Short video clip of one of the sections.






****


----------



## scar (Jun 2, 2005)

Watching the sun rise coming up on Evergreen Mtn














*****


----------



## indebt (Nov 8, 2009)

scar said:


> Watching the sun rise coming up on Evergreen Mtn
> 
> View attachment 858885
> 
> ...


 Very cool Scar!!!! Talk about starting your day off right!!:thumbsup:


----------



## Cat-man-do (May 16, 2004)

scar said:


> A video from this mornings FIFO ride (First In, First Out) at 5am. Temperature was about 18 degrees. :thumbsup:
> ****


Scar, about the first video; Super cool trail. Looks like most of the time you're going down hill ( yes/no ? )...Are you shuttling to get to the top and then one of the bud's riding ya' back up to get the car? Just wondering.
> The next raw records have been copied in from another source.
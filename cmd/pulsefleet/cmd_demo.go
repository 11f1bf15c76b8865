package main

import (
	"context"
	"fmt"
	"io"
	"os"
	"strings"
	"sync"
	"time"

	"google.golang.org/grpc"
	"google.golang.org/grpc/credentials/insecure"

	"github.com/pulsefleet/pulsefleet/internal/profiles"
	"github.com/pulsefleet/pulsefleet/internal/scenarios"
	"github.com/pulsefleet/pulsefleet/internal/sim"
	pb "github.com/pulsefleet/pulsefleet/proto/pulsefleet/v1"
)

func init() {
	register(command{
		name: "demo",
		summary: `Run a gateway and a simulated pilot fleet in one process on embedded defaults:
a temporary data directory, loopback addresses chosen automatically, and the
'demo' scenario (eight beds of a fictional ward; a desaturation alarm is
announced within about a minute). Prints where the web page, metrics and gRPC
are, and each alarm announcement. Ctrl-C stops it cleanly and removes the
temporary data.`,
		run: runDemo,
	})
}

func runDemo(ctx context.Context, args []string, s stdio) error {
	fs := newFlagSet("demo", "[--scenario NAME|FILE] [--speed N] [--data DIR]", s.err)
	scen := fs.String("scenario", "demo", "the fleet: a shipped scenario or a scenario file (docs/scenarios.md)")
	speed := fs.Float64("speed", 0, "time compression, scenario seconds per wall second (default: the scenario's)")
	data := fs.String("data", "", "data directory to keep (default: a temporary one, removed at exit)")
	grpcListen := fs.String("grpc-listen", "127.0.0.1:0", "gRPC listen address (port 0 = chosen automatically)")
	httpListen := fs.String("http-listen", "127.0.0.1:0", "HTTP listen address (port 0 = chosen automatically)")
	seed := fs.Uint64("seed", 1, "seed of the simulated patients")
	profile := fs.String("profile", "", "default alarm profile: a built-in name ("+strings.Join(profiles.Names(), ", ")+") or a YAML file (default: serve's default)")
	if err := parseFlags(fs, args); err != nil {
		return err
	}
	if *speed != 0 && (*speed < 0.01 || *speed > 100000) {
		return usagef("--speed %v, want 0.01..100000", *speed)
	}
	sc, err := scenarios.Load(*scen)
	if err != nil {
		return err
	}
	fmt.Fprintln(s.out, notCertified)

	c, err := demoServeConfig(sc.Speed, *speed, *grpcListen, *httpListen, *profile)
	if err != nil {
		return err
	}
	if *data == "" {
		dir, err := os.MkdirTemp("", "pulsefleet-demo-")
		if err != nil {
			return err
		}
		defer os.RemoveAll(dir)
		c.Data = dir
	} else {
		c.Data = *data
	}
	rg, stopGateway, err := startGateway(ctx, c, s.err)
	if err != nil {
		return err
	}
	out := &lockedWriter{w: s.out}
	fmt.Fprintf(out, "\npulsefleet demo: a gateway and %d simulated devices (scenario %q, invented patients)\n"+
		"  web page: http://%s/\n  metrics:  http://%s/metrics\n  gRPC:     %s   (try: pulsefleet devices --gateway %s)\n  data:     %s\n"+
		"Press Ctrl-C to stop.\n\n", len(sc.Devices), sc.Name, rg.HTTPAddr, rg.HTTPAddr, rg.GRPCAddr, rg.GRPCAddr, c.Data)

	runCtx, stop := context.WithCancel(ctx)
	defer stop()
	var wg sync.WaitGroup
	var simErr error
	wg.Add(2)
	go func() {
		defer wg.Done()
		_, simErr = sim.Run(runCtx, sim.Options{Gateway: rg.GRPCAddr, Scenario: sc, Speed: *speed, Seed: *seed,
			Progress: nil, Drain: -1})
	}()
	go func() {
		defer wg.Done()
		watchDemo(runCtx, rg.GRPCAddr, len(sc.Devices), out, s.err)
	}()
	<-ctx.Done()
	fmt.Fprintln(s.err, "pulsefleet demo: stopping (flushing the store)...")
	stop()
	wg.Wait()
	err = stopGateway()
	if simErr != nil && err == nil {
		err = simErr
	}
	if err == nil {
		fmt.Fprintln(out, "pulsefleet demo: stopped.")
	}
	return err
}

// demoServeConfig is the demo gateway's configuration: serve's defaults on
// the given addresses, quiet logs, and room for the scenario's speed.
func demoServeConfig(scenarioSpeed, speed float64, grpcListen, httpListen, profile string) (serveConfig, error) {
	c := defaultServeConfig()
	c.GRPCListen, c.HTTPListen, c.LogLevel = grpcListen, httpListen, "warn"
	// A compressed scenario sends device time faster than real time: let
	// the demo's gateway take it (with room for resends after a reconnect).
	sp := speed
	if sp == 0 {
		sp = scenarioSpeed
	}
	c.DeviceTimeRate = max(c.DeviceTimeRate, 2*sp)
	if profile != "" {
		c.Profile = profile
	}
	if err := c.validate(); err != nil {
		return c, usageError{err.Error()}
	}
	return c, nil
}

// watchDemo prints the fleet once it is live and every alarm announcement
// (and escalation) until ctx ends.
func watchDemo(ctx context.Context, addr string, want int, out, errw io.Writer) {
	conn, err := grpc.NewClient(addr, grpc.WithTransportCredentials(insecure.NewCredentials()))
	if err != nil {
		fmt.Fprintf(errw, "pulsefleet demo: watch: %v\n", err)
		return
	}
	defer conn.Close()
	fleet := pb.NewFleetServiceClient(conn)
	var wg sync.WaitGroup
	defer wg.Wait()
	wg.Add(1)
	go func() {
		defer wg.Done()
		t := time.NewTicker(time.Second)
		defer t.Stop()
		start := time.Now()
		for {
			select {
			case <-ctx.Done():
				return
			case <-t.C:
			}
			resp, err := fleet.ListDevices(ctx, &pb.ListDevicesRequest{})
			if err != nil {
				continue
			}
			n := 0
			for _, d := range resp.GetDevices() {
				if d.GetConnected() && d.GetLatest() != nil {
					n++
				}
			}
			if n >= want || n > 0 && time.Since(start) > 15*time.Second {
				fmt.Fprintf(out, "%s  live: %d of %d devices streaming with values\n", time.Now().Format("15:04:05"), n, want)
				return
			}
		}
	}()
	for ctx.Err() == nil {
		st, err := fleet.WatchEpisodes(ctx, &pb.WatchEpisodesRequest{})
		if err == nil {
			for {
				m, err := st.Recv()
				if err != nil {
					break
				}
				ev := m.GetEvent()
				switch ev.GetTransition() {
				case "announced", "escalated":
					e := ev.GetEpisode()
					low := ""
					if e.MinSpo2Pct != nil {
						low = fmt.Sprintf(", lowest SpO2 %.0f %%", e.GetMinSpo2Pct())
					}
					fmt.Fprintf(out, "%s  alarm %s: %s %s, %s priority%s\n", time.Now().Format("15:04:05"),
						ev.GetTransition(), e.GetDeviceId(), e.GetCondition(), priorityName(e.GetPriority()), low)
				}
			}
		}
		select {
		case <-ctx.Done():
		case <-time.After(time.Second):
		}
	}
}

func priorityName(p pb.Priority) string {
	switch p {
	case pb.Priority_PRIORITY_HIGH:
		return "high"
	case pb.Priority_PRIORITY_MEDIUM:
		return "medium"
	case pb.Priority_PRIORITY_LOW:
		return "low"
	}
	return "no"
}

// lockedWriter serialises writes from several goroutines.
type lockedWriter struct {
	mu sync.Mutex
	w  io.Writer
}

func (l *lockedWriter) Write(p []byte) (int, error) {
	l.mu.Lock()
	defer l.mu.Unlock()
	return l.w.Write(p)
}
To be honest I'm amazed at how passive most of the trail looked considering it looks to be going down a mountain. While I did see a couple technical sections here or there most of it looked very smooth. How far away from your home do you have to travel to get to those trails? Very envious am I.

For me to ride in the mountains I would have to drive about 3hrs from where I live. The biggest hills nearest me are in the area surrounding Frederick, Md. ( otherwise known as "Fredrock" ) ( 1.5hr drive ) Some nice trails there but almost all of it is undulating rock. Very rugged. If the constant hucking over rock and loose stone doesn't get you the babyheads and golf-ball sized stones will. Goodness how I wish some of the stuff there was a little more passive. Never been to Co. Seeing those trails in your video makes me wish I could ride there one day.

Right now I'm really Jones'ing for a ride. Saturday the cold weather is supposed to move in. I'm so desperate right now that I'm probably going to bundle up to catch a ride. If I'm lucky there might even be a frosting of light snow by the weekend. Crossing my fingers hoping that the winds taper down before I ride. Cold I can handle, cold AND wind...ehh....that's another story. ..Now if I can just find the balaclava...


----------



## scar (Jun 2, 2005)

Hey Cat - Thanks for being interested in the video(s). As the saying goes we have to "earn our turns" here along the Denver Front Range. I grew up living only about 15mins- 1/2 hour from most of trails. Had a family and moved out to the suburbs to get more house for the money. My drive is now 30 miles/35 minutes to 45 miles/1 hr to get to the trails depending on which one we are riding. I get up at about 3am in the morning on the days we are riding so that I can get my stuff packed up and be at the trail head by 4:30am.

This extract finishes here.